Collected data entries:
---
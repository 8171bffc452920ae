"""A tried wall: the figures of the settings, on the line that was read."""

from __future__ import annotations

import json
from dataclasses import replace
from datetime import date
from pathlib import Path

import pytest

from costing.appraisal import appraise
from costing.documents.reading import reading_json
from structures.documents.trial import try_wall
from structures.intake.survey_pack import read_pack

PACKS = Path("fixtures/packs")


@pytest.fixture(scope="module")
def reading():
    found = appraise(read_pack(PACKS / "example-a.json"), on=date(2027, 3, 14))
    return json.loads(json.dumps(reading_json(found, draws=2000, seed=1)))


def tried(reading, **settings):
    pack = read_pack(PACKS / "example-a.json")
    changed = replace(pack, wall=replace(pack.wall, **settings))
    return try_wall(changed, reading["appraisal"]["rock"], reading["tests"])


def quantity(trial, item):
    return sum(one["quantity"] for one in trial.quantities if one["item"] == item)


def test_the_same_settings_give_the_same_figures(reading):
    """Oracle: handbook example A; and the reading itself, to the last digit."""
    trial = tried(reading)
    assert trial.wall["face_area_m2"] == pytest.approx(155.333333, abs=5e-7)
    kept = reading["appraisal"]
    assert {key: trial.wall[key] for key in ("length_m", "crest_level_m")} == {
        key: kept["wall"][key] for key in ("length_m", "crest_level_m")
    }
    assert [one["quantity"] for one in trial.quantities] == [
        one["quantity"] for one in kept["quantities"]
    ]


def test_a_thinner_wall_takes_its_share_of_clay(reading):
    """Oracle: handbook example A, 139.80 m3 at 0.90 m; volume goes with thickness."""
    assert quantity(tried(reading, thickness_m=0.6), "clay") == pytest.approx(93.2, abs=5e-7)


def test_a_tried_drawing_has_its_own_name_on_the_page(reading):
    assert 'id="tried-' in tried(reading).drawing
    assert 'id="section-t"' not in tried(reading).drawing
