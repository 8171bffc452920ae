"""A small calculator for the few formula shapes of our workbooks, in decimals.

Source: what spreadsheets say of ROUND (half away from zero), SUM, COUNT, CEILING and IF.
"""

from __future__ import annotations

import re
from decimal import ROUND_CEILING, ROUND_HALF_UP, Decimal

from openpyxl.utils import range_boundaries

TOKEN = re.compile(r'"[^"]*"|[A-Z]+\d+:[A-Z]+\d+|[A-Z]+\d+|[A-Z]+|\d+\.?\d*|[()*/=,]')


def calculate(sheet, address):
    """Value of a cell, its formula worked out from the cells it names."""
    value = sheet[address].value
    if isinstance(value, str) and value.startswith("=") and sheet[address].data_type == "f":
        return Formula(sheet, TOKEN.findall(value[1:])).whole()
    return Decimal(str(value)) if isinstance(value, int | float) else value


class Formula:
    def __init__(self, sheet, tokens):
        self.sheet, self.tokens = sheet, tokens

    def whole(self):
        value = self.comparison()
        assert not self.tokens
        return value

    def comparison(self):
        left = self.product()
        if self.tokens[:1] == ["="]:
            self.tokens.pop(0)
            return left == self.product()
        return left

    def product(self):
        value = self.term()
        while self.tokens[:1] in (["*"], ["/"]):
            sign, other = self.tokens.pop(0), self.term()
            if not (isinstance(value, Decimal) and isinstance(other, Decimal)):
                value = None  # a spreadsheet's #VALUE!
            else:
                value = value * other if sign == "*" else value / other
        return value

    def term(self):
        token = self.tokens.pop(0)
        if token.startswith('"'):
            return token[1:-1]
        if ":" in token:
            left, top, right, bottom = range_boundaries(token)
            rows = range(top, bottom + 1)
            cells = (self.sheet.cell(r, c) for r in rows for c in range(left, right + 1))
            return [calculate(self.sheet, cell.coordinate) for cell in cells]
        if token[0].isdigit():
            return Decimal(token)
        if self.tokens[:1] == ["("]:
            return FUNCTIONS[token](*self.arguments())
        return calculate(self.sheet, token)

    def arguments(self):
        found = []
        while self.tokens.pop(0) != ")":
            found.append(self.comparison())
        return found


def numbers(values):
    return [value for value in values if isinstance(value, Decimal)]


FUNCTIONS = {
    "SUM": lambda values: sum(numbers(values), start=Decimal(0)),
    "COUNT": lambda values: Decimal(len(numbers(values))),
    "ROUND": lambda value, places: (
        None if value is None else value.quantize(Decimal(1).scaleb(-int(places)), ROUND_HALF_UP)
    ),
    "CEILING": lambda value, step: (value / step).to_integral_value(ROUND_CEILING) * step,
    "IF": lambda condition, yes, no: yes if condition else no,
}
---
PROBLEM STATEMENT:
Going through the data above, count each line that contains "other" and give only that figure.

TASK OUTPUT:
3